### TASK STATEMENT
Say how many lines of the records include the string "true". Nothing else belongs in the answer.

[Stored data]
-.-.-
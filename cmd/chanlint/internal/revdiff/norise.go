package revdiff

import (
	"math"

	"github.com/chanlint/chanlint/model"
	"github.com/chanlint/chanlint/model/numfmt"
	"github.com/chanlint/chanlint/policies"
	"github.com/chanlint/chanlint/rules"
	"github.com/chanlint/chanlint/solver"
)

// noRise judges the no_rise criterion of pol on the compared profiles:
// one finding per reach and event whose proposed water surface rises more
// than the limit over the existing one, over the span where it does.
func noRise(m *model.Model, profiles []Profile, old, new *solver.Result, pol *policies.Policy) []rules.Finding {
	pol = rules.PolicyFor(m, pol)
	head := pol.Rules[rules.NoRiseID]
	if head == nil {
		return nil
	}
	events := map[string]*model.Event{}
	for _, ev := range m.Events {
		events[ev.Name] = ev
	}
	reaches := map[string]*model.Reach{}
	for _, r := range m.Reaches {
		reaches[r.Name] = r
	}
	var out []rules.Finding
	for i := range profiles {
		p := &profiles[i]
		ev, r := events[p.Event], reaches[p.Reach]
		if ev == nil || r == nil || p.Compared == 0 {
			continue
		}
		block := head.Resolve(ev, r)
		if block == nil {
			continue
		}
		limit := block.Number("limit")
		from, to, worst, at, found := riseSpan(p, limit)
		if !found {
			continue
		}
		u := m.Units.Length()
		msg := "the water surface rises " + numfmt.Num(worst) + " " + u + " over the existing model's (most at station " +
			numfmt.Num(at) + " " + u + "), more than the " + numfmt.Num(limit) + " " + u + " allowed"
		for j := range p.Jumps {
			mv := &p.Jumps[j]
			if lo, hi := mv.Span(); mv.Kind == JumpMoved && !mv.Numerical && mv.Distance < 0 && mv.Surface.Delta > limit && lo <= to && hi >= from {
				msg += "; over " + numfmt.Span(lo, hi) + " " + u + " the rise is the hydraulic jump's move " + numfmt.Num(-mv.Distance) + " " + u +
					" upstream (its toe from " + numfmt.Num(mv.From) + " to " + numfmt.Num(mv.To) + " " + u + "), beyond the solver's toe-location tolerance of " +
					numfmt.Num(mv.Tolerance) + " " + u
			}
		}
		out = append(out, rules.Finding{
			Rule:     rules.NoRiseID,
			Severity: block.Severity,
			Range:    r.DefRange,
			Reach:    r.Name,
			Event:    ev.Name,
			HasSpan:  true, FromStation: from, ToStation: to,
			HasValue: true, Value: worst, Limit: limit, Unit: u,
			Message:   msg,
			Remedy:    "restore the conveyance where the surface rises, or compensate elsewhere, until the rise is at most " + numfmt.Num(limit) + " " + u,
			Reference: policies.Cite(pol, block),
		})
	}
	return out
}

// riseSpan is the span over which the rise exceeds limit, its ends
// interpolated linearly between the compared points, the largest rise
// and its station. A reach that exceeds the limit in several stretches
// gets one span from the first crossing to the last. The points between
// the toes of a jump whose move is within the solver's toe-location
// tolerance (JumpMove.Numerical) are left out, as if not computed: the
// difference there is a move of the computation; those of a larger move
// count, since the surface there does rise.
func riseSpan(p *Profile, limit float64) (from, to, worst, at float64, found bool) {
	var xs, rs []float64
	var ms []int
	for i := range p.Stations {
		a := -1
		if i < len(p.Across) {
			a = p.Across[i]
		}
		if a >= 0 && p.Jumps[a].Numerical {
			continue
		}
		xs, rs, ms = append(xs, p.Stations[i]), append(rs, p.NewWSE[i]-p.OldWSE[i]), append(ms, a)
	}
	// The end of the span between points i and i+1: at the toe between
	// them where one lies across a moved jump and the other does not (the
	// surface steps there), else where the rise interpolates to limit.
	end := func(i int) float64 {
		if ms[i] != ms[i+1] {
			for _, k := range []int{ms[i], ms[i+1]} {
				if k < 0 {
					continue
				}
				for _, t := range []float64{p.Jumps[k].From, p.Jumps[k].To} {
					if t >= xs[i] && t <= xs[i+1] {
						return t
					}
				}
			}
		}
		return cross(xs[i], rs[i], xs[i+1], rs[i+1], limit)
	}
	for i, x := range xs {
		r := rs[i]
		if !(r > limit) {
			continue
		}
		if !found {
			from = x
			if i > 0 {
				from = end(i - 1)
			}
			found, worst, at = true, r, x
		}
		to = x
		if i+1 < len(xs) && !(rs[i+1] > limit) {
			to = end(i)
		}
		if r > worst {
			worst, at = r, x
		}
	}
	return from, to, worst, at, found
}

// cross is the station between (x0, r0) and (x1, r1) where the linear
// interpolation of the rise equals limit.
func cross(x0, r0, x1, r1, limit float64) float64 {
	if r1 == r0 || x1 == x0 {
		return x1
	}
	t := (limit - r0) / (r1 - r0)
	return x0 + math.Min(1, math.Max(0, t))*(x1-x0)
}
-.-.-
### EXERCISE SOLUTION
3